▶ [What to produce]: In the entries below, find every line with the string "columns" and copy it.

Extracted records

+ + + +

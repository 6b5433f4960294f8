"""Runs of mixing: temperatures from the water's record, roles of the runs, masses that must add up.

Standard library only: this file also runs inside LibreOffice's Python.
"""

from typing import Annotated

from sheetcal.cells.primitives import at, floor, interpolate, is_number, part, slope, sqrt, trapezoid
from sheetcal.cells.registry import (
    ANY,
    DEGC,
    DEGC_OR_BLANK,
    J_PER_G_K,
    J_PER_G_K_OR_BLANK,
    J_PER_K,
    K_PER_MIN,
    MIN,
    ONE,
    OPTIONAL,
    SAME_AS_VALUE,
    TEMPERATURES,
    TEXT,
    TIMES,
    Constant,
    G,
    K,
    cell,
)

J_PER_K_OR_BLANK = Annotated[float, "J/K", OPTIONAL]
SLOPE_OR_BLANK = Annotated[float, "J/(g K**2)", OPTIONAL]
LIQUID_REFERENCE = Constant(
    20.0,
    "degC",
    "liquid_reference",
    "a liquid's specific heat is stated at this temperature",
    "derived",
)

_LINE = "least-squares line"
_ROLES = "role and state that the sheet gives the run"
_PERIOD = "first >= 1 and last > first"


@cell(
    "TIME_OF_STEP",
    equation="t_x = t2 - integral of (T - T1) dt / (T2 - T1)",
    source="equal areas; for an exponential approach this is 1 - 1/e = 63 % of the step",
    standing="derived",
    needs=(_PERIOD, "at(temperature, last) != at(temperature, first)"),
)
def time_of_step(time: TIMES, temperature: TEMPERATURES, first: ONE, last: ONE) -> MIN:
    """Moment at which a step, up or down, may be taken to have happened at once."""
    start = at(temperature, first)
    area = trapezoid(time, temperature, first, last) - start * (at(time, last) - at(time, first))
    return at(time, last) - area / (at(temperature, last) - start)


@cell(
    "LINE_AT",
    equation="T of the line through readings first..last, at the moment",
    source=_LINE,
    standing="derived",
    needs=("first >= 1 and last - first >= 2",),
)
def line_at(time: TIMES, temperature: TEMPERATURES, first: ONE, last: ONE, moment: MIN) -> DEGC:
    """Temperature of a steady drift, extended to a moment."""
    return interpolate(moment, part(temperature, first, last), part(time, first, last))


@cell(
    "AFTER_BEND",
    equation="slope of the later half less slope of the earlier half",
    source=_LINE,
    standing="derived",
    needs=("main_end >= 1 and length - main_end >= 5",),
)
def after_bend(time: TIMES, temperature: TEMPERATURES, main_end: ONE, length: ONE) -> K_PER_MIN:
    """How far the drift still changes after the main period: not 0 while the body gives off heat."""
    middle = floor((main_end + length) / 2)
    early = slope(part(temperature, main_end, middle), part(time, main_end, middle))
    return slope(part(temperature, middle, length), part(time, middle, length)) - early


@cell(
    "LIQUID_SPECIFIC_HEAT",
    equation="c of water, or c(20) + b (T - 20 degC)",
    source="the liquid named on the sheet",
    standing="derived",
    choices={"liquid": ("water", "other")},
    needs=("is_number(of_water) if liquid == 'water' else is_number(stated)",),
)
def liquid_specific_heat(
    liquid: TEXT,
    of_water: J_PER_G_K_OR_BLANK,
    stated: J_PER_G_K_OR_BLANK,
    per_kelvin: SLOPE_OR_BLANK,
    temperature: DEGC,
) -> J_PER_G_K:
    """Specific heat of the liquid at its own mean temperature; without a slope the stated one is kept."""
    change = per_kelvin * (temperature - LIQUID_REFERENCE) if is_number(per_kelvin) else 0
    return of_water if liquid == "water" else stated + change


@cell(
    "HEAT_CAPACITY_BY_SOURCE",
    equation="as given, or the mean of the blank runs",
    source="the source chosen on the sheet",
    standing="derived",
    choices={"source": ("given", "blank runs")},
    needs=("is_number(given) if source == 'given' else is_number(measured)",),
)
def heat_capacity_by_source(source: TEXT, given: J_PER_K_OR_BLANK, measured: J_PER_K_OR_BLANK) -> J_PER_K:
    """Heat capacity of the cup from the source that the sheet names."""
    return given if source == "given" else measured


@cell(
    "WATER_SIDE",
    equation="m_w c_w + C",
    source="first law",
    standing="derived",
    valid={"water": (0.0, 1e6), "specific_heat": (0.0, 20.0)},
)
def water_side(water: G, specific_heat: J_PER_G_K, vessel_heat_capacity: J_PER_K) -> J_PER_K:
    """Heat capacity of the liquid and its cup."""
    return water * specific_heat + vessel_heat_capacity


@cell(
    "MASS_SUM_ERROR",
    equation="end - (cup with water + sample)",
    source="mass is kept",
    standing="derived",
)
def mass_sum_error(end: G, cup_with_water: G, sample: G) -> G:
    """Mass found at the end less what was put together: water carried over or lost."""
    return end - cup_with_water - sample


@cell(
    "SAMPLE_COUNTED",
    equation="the value, where the run is valid and a sample's",
    source=_ROLES,
    standing="derived",
    choices={"state": ("valid",), "role": ("sample",)},
)
def sample_counted(value: ANY, state: TEXT, role: TEXT) -> SAME_AS_VALUE:
    """A run's value where it counts for the sample."""
    return value


@cell(
    "BLANK_COUNTED",
    equation="the value, where the run is valid and a blank",
    source=_ROLES,
    standing="derived",
    choices={"state": ("valid",), "role": ("blank",)},
)
def blank_counted(value: ANY, state: TEXT, role: TEXT) -> SAME_AS_VALUE:
    """A run's value where it counts for the cup."""
    return value


@cell(
    "CHECK_DEVIATION",
    equation="100 (found - book)/book",
    source="check body of known specific heat",
    standing="derived",
    choices={"role": ("check body",)},
    needs=("reference > 0",),
)
def check_deviation(found: J_PER_G_K, reference: J_PER_G_K, role: TEXT) -> Annotated[float, "%"]:
    """A check body's specific heat against its book value."""
    return 100 * (found - reference) / reference


@cell(
    "SPECIFIC_HEAT_UNCERTAINTY",
    equation="u = sqrt(s^2/n + c^2 [2 (u_T/dT)^2 + (U_C/k/(m_w c_w + C))^2])",
    source="propagation of independent parts, JCGM 100",
    standing="derived",
    needs=("n > 0 and rise != 0 and capacity > 0 and coverage > 0",),
)
def specific_heat_uncertainty(
    mean: J_PER_G_K,
    deviation: J_PER_G_K,
    n: ONE,
    rise: K,
    temperature_uncertainty: K,
    capacity: J_PER_K,
    cup_uncertainty: J_PER_K_OR_BLANK,
    coverage: ONE,
) -> J_PER_G_K:
    """Standard uncertainty of a mean specific heat: scatter, the two temperatures of the water, the cup."""
    cup = cup_uncertainty / coverage / capacity if is_number(cup_uncertainty) else 0
    relative = 2 * (temperature_uncertainty / rise) ** 2 + cup**2
    return sqrt(deviation**2 / n + mean**2 * relative)


@cell(
    "TEMPERATURE_BY_SOURCE",
    equation="as typed, or from the record",
    source="the source chosen on the sheet",
    standing="derived",
    choices={"source": ("typed", "record")},
    needs=("is_number(typed) if source == 'typed' else is_number(from_record)",),
)
def temperature_by_source(source: TEXT, typed: DEGC_OR_BLANK, from_record: DEGC_OR_BLANK) -> DEGC:
    """Temperature of the liquid from the source that the run names."""
    return typed if source == "typed" else from_record


@cell(
    "FIRST_POSITION",
    equation="1, where the record is sound",
    source="records are filled from the first line",
    standing="derived",
    valid={"length": (2.0, None)},
)
def first_position(length: ONE) -> ONE:
    """Position of the first reading of a record."""
    return 1
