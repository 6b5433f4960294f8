"""What a lot, a vessel or a certificate stands for: exact look-ups in the tables of the Constants tab.

Standard library only: this file also runs inside LibreOffice's Python.
"""

from typing import Annotated, Any, Sequence

from sheetcal.cells.combustion import DENSITY_FACTOR
from sheetcal.cells.primitives import look_up
from sheetcal.cells.registry import (
    ANY,
    COLUMN,
    ONE,
    OPTIONAL,
    SAME_AS_VALUE,
    SAME_AS_VALUES,
    TEXT,
    TEXTS,
    cell,
)

COLUMN_OF_ANY = Annotated[Sequence[Any], "any", COLUMN]
G_PER_CM3_OR_BLANK = Annotated[float, "g/cm3", OPTIONAL]
KG_PER_M3 = Annotated[float, "kg/m3"]

_TABLE = "the laboratory's own table, printed in this workbook"


@cell(
    "LOT_VALUE",
    equation="the value beside the lot's own name",
    source=_TABLE,
    standing="derived",
    needs=("is_number(look_up(lot, lots, values))",),
)
def lot_value(lot: TEXT, lots: TEXTS, values: COLUMN_OF_ANY) -> SAME_AS_VALUES:
    """Value of a lot, vessel or certificate, by its exact name."""
    return look_up(lot, lots, values)  # type: ignore[no-any-return]  # a cell's content


@cell(
    "LOT_TEXT",
    equation="the text beside the lot's own name",
    source=_TABLE,
    standing="derived",
    needs=("is_text(look_up(lot, lots, texts))",),
)
def lot_text(lot: TEXT, lots: TEXTS, texts: TEXTS) -> TEXT:
    """Text that belongs to a lot, vessel or certificate, by its exact name."""
    return look_up(lot, lots, texts)  # type: ignore[no-any-return]  # a cell's content


@cell(
    "MASS_FACTOR",
    equation="f = (1 - air/weights)/(1 - air/density) in vacuum, 1 in air",
    source="Archimedes' law; weights of the conventional density, OIML R 111-1",
    standing="derived",
    choices={"convention": ("in vacuum", "in air")},
    needs=("weight_density > 0 and (convention == 'in air' or is_number(density))",),
)
def mass_factor(
    convention: TEXT, density: G_PER_CM3_OR_BLANK, air_density: KG_PER_M3, weight_density: KG_PER_M3
) -> ONE:
    """Value per gram weighed in air over the certificate's value: not 1 where it was certified in vacuum."""
    factor = (1 - air_density / weight_density) / (1 - air_density / (density * DENSITY_FACTOR))
    return factor if convention == "in vacuum" else 1


@cell(
    "SCALED_VALUE",
    equation="value x factor",
    source="definition of a factor",
    standing="derived",
    valid={"factor": (0.0, 1e6)},
)
def scaled_value(value: ANY, factor: ONE) -> SAME_AS_VALUE:
    """A value times a factor."""
    return value * factor
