"""Temperature records from a logger: notes, header, two columns whose spelling is found from the content."""

import os
import re
from collections.abc import Mapping
from dataclasses import dataclass, field
from datetime import datetime

from sheetcal import units
from sheetcal.errors import BadInput
from sheetcal.inputs.table import moment
from sheetcal.inputs.text import Faults, TextFile, read_text

HEADERS = {"time_s": "s", "time_min": "min"}
TEMPERATURE = "temperature_degC"
SEPARATORS = {",": "comma", ";": "semicolon", "\t": "tab", " ": "blank"}
NOTES = ("calorimeter", "vessel", "channel", "start", "fired at", "run", "operator", "thermometer")
Pairs = list[tuple[float, float]]


@dataclass(frozen=True)
class LoggerRecord:
    """A record: `time` in min and `temperature` in degC, both (n,), as stored; `notes` by name.

    Nothing is sorted or mended: an uneven or restarted record is judged in the workbook.
    """

    source: TextFile
    time: tuple[float, ...]
    temperature: tuple[float, ...]
    notes: Mapping[str, str] = field(default_factory=dict)
    firing_time: float | None = None
    start: datetime | None = None

    @property
    def vessel(self) -> str:
        """The vessel the notes name, or empty."""
        return self.notes.get("vessel", "")

    @property
    def calorimeter(self) -> str:
        """The calorimeter the notes name, or empty."""
        return self.notes.get("calorimeter", "")


@dataclass(frozen=True, slots=True)
class _Lines:
    """The file taken apart: notes, header cells (empty where there is none) and data, with lines."""

    notes: list[tuple[int, str]]
    header: tuple[int, str] | None
    data: list[tuple[int, str]]


def read_logger(path: str | os.PathLike[str], log_time: str | None = None) -> LoggerRecord:
    """The record in a logger file. Raises BadInput or BadInputs, naming file and line.

    `log_time` ("s" or "min") is the unit of the time column of a file without header.
    """
    source = read_text(path)
    lines = _take_apart(source)
    faults = Faults(source)
    unit = _time_unit(source, lines, log_time)
    notes = _notes(lines.notes)
    firing_time, start = _firing_time(notes, lines, faults), _start(notes, lines, faults)
    pairs = _pairs(source, lines, faults)
    faults.close()
    return LoggerRecord(
        source=source,
        time=tuple(units.convert(time, unit, "min") for time, _ in pairs),
        temperature=tuple(temperature for _, temperature in pairs),
        notes=notes,
        firing_time=firing_time,
        start=start,
    )


def _take_apart(source: TextFile) -> _Lines:
    """Notes are `#` lines before the first other line; a header is a first line that starts with a letter."""
    notes: list[tuple[int, str]] = []
    rest: list[tuple[int, str]] = []
    for line, text in enumerate(source.text.splitlines(), 1):
        stripped = text.strip()
        if stripped.startswith("#") and not rest:
            notes.append((line, stripped.lstrip("#").strip()))
        elif stripped:
            rest.append((line, text.strip(" \r\n")))
    if rest and re.match(r"[\"']?[A-Za-z]", rest[0][1]):
        return _Lines(notes, rest[0], rest[1:])
    return _Lines(notes, None, rest)


def _time_unit(source: TextFile, lines: _Lines, log_time: str | None) -> str:
    """Unit of the time column, from the header or from `log_time`. Raises BadInput where neither says it."""
    if log_time is not None and log_time not in ("s", "min"):
        raise BadInput("--log-time", f"'{log_time}' is not known", "s or min", "Correct the option.")
    if lines.header is None:
        if log_time is None:
            do = "Give --log-time s or --log-time min."
            raise BadInput(source.where(1), "has no header", f"time_s or time_min,{TEMPERATURE}", do)
        return log_time
    line, text = lines.header
    cells = [cell.strip(" \"'") for cell in re.split(r"[,;\t]", text)]
    if len(cells) != 2 or cells[0] not in HEADERS or cells[1] != TEMPERATURE:
        expected = f"time_s,{TEMPERATURE} or time_min,{TEMPERATURE}"
        raise BadInput(source.where(line), f"header '{text[:60]}'", expected, "Correct the header.")
    unit = HEADERS[cells[0]]
    if log_time is not None and log_time != unit:
        what = f"header says {unit}, --log-time says {log_time}"
        raise BadInput(source.where(line), what, "one unit of time", "Leave the option out.")
    return unit


def _notes(lines: list[tuple[int, str]]) -> dict[str, str]:
    """`vessel A1; fired at 5.00 min` as {"vessel": "A1", "fired at": "5.00 min"}."""
    found: dict[str, str] = {}
    for _, text in lines:
        for part in text.split(";"):
            name, value = _name_and_value(part.strip())
            if value:
                found[name] = value
    return found


def _name_and_value(part: str) -> tuple[str, str]:
    for name in NOTES:
        if part.lower().startswith(name + " "):
            return name, part[len(name) :].strip()
    name, _, value = part.partition(" ")
    return name, value.strip()


def _firing_time(notes: Mapping[str, str], lines: _Lines, faults: Faults) -> float | None:
    """The firing time of the notes, in min."""
    if "fired at" not in notes:
        return None
    try:
        return units.quantity(notes["fired at"], "min")
    except BadInput as error:
        faults.add_error(_note_line(lines, "fired at"), "fired at", error)
        return None


def _start(notes: Mapping[str, str], lines: _Lines, faults: Faults) -> datetime | None:
    """Local date and time at which the record starts."""
    if "start" not in notes:
        return None
    try:
        return moment(notes["start"])
    except BadInput as error:
        faults.add_error(_note_line(lines, "start"), "start", error)
        return None


def _note_line(lines: _Lines, name: str) -> int:
    return next(line for line, text in lines.notes if name in text.lower())


def _pairs(source: TextFile, lines: _Lines, faults: Faults) -> Pairs:
    """Time and temperature of each data line, as the one spelling that fits all lines reads them."""
    if len(lines.data) < 2:
        faults.add(None, f"holds {len(lines.data)} readings", "time, temperature a line", "Give the record.")
        return []
    spellings = [(sign, decimal) for sign in SEPARATORS for decimal in ".," if sign != decimal]
    fits = [pairs for one in spellings if (pairs := _read_all(lines.data, *one)) is not None]
    distinct = [pairs for position, pairs in enumerate(fits) if pairs not in fits[:position]]
    if len(distinct) == 1 and not _comma_twice(lines.data):
        return distinct[0]
    if len(distinct) > 1 or _comma_twice(lines.data):
        line, text = lines.data[0]
        expected = "a semicolon or tab between the columns"
        faults.add(line, f"'{text[:40]}' can be read two ways", expected, "Save it with another separator.")
        return []
    _name_bad_lines(lines.data, spellings, faults)
    return []


def _comma_twice(data: list[tuple[int, str]]) -> bool:
    """True where the comma serves as separator and as decimal sign: 0,5,24,31."""
    return all(re.fullmatch(r"[+-]?\d+(,\d+){2,3}", text) for _, text in data)


def _read_all(data: list[tuple[int, str]], sign: str, decimal: str) -> Pairs | None:
    """All lines read with one separator and decimal sign, or None where one line does not fit."""
    pairs = [_read_one(text, sign, decimal) for _, text in data]
    fitting = [pair for pair in pairs if pair is not None]
    return fitting if len(fitting) == len(pairs) else None


def _read_one(text: str, sign: str, decimal: str) -> tuple[float, float] | None:
    cells = text.split() if sign == " " else [cell.strip() for cell in text.split(sign)]
    pattern = rf"[+-]?\d+(?:{re.escape(decimal)}\d+)?(?:[eE][+-]?\d+)?"
    if len(cells) != 2 or not all(re.fullmatch(pattern, cell) for cell in cells):
        return None
    time, temperature = (float(cell.replace(decimal, ".")) for cell in cells)
    return time, temperature


def _name_bad_lines(data: list[tuple[int, str]], spellings: list[tuple[str, str]], faults: Faults) -> None:
    """Note the lines that do not fit the spelling which fits most of them."""
    sign, decimal = max(spellings, key=lambda one: sum(_read_one(t, *one) is not None for _, t in data))
    point = "point" if decimal == "." else "comma"
    expected = f"two numbers, {SEPARATORS[sign]} between them, decimal {point}"
    for line, text in data:
        if _read_one(text, sign, decimal) is None:
            shown = "".join(c if c.isprintable() else f"\\x{ord(c):02x}" for c in text[:40])
            faults.add(line, f"'{shown}' is not time and temperature", expected, "Correct the line.")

+ + + +

▶ [Answer]:
"""Temperature records from a logger: notes, header, two columns whose spelling is found from the content."""
        expected = "a semicolon or tab between the columns"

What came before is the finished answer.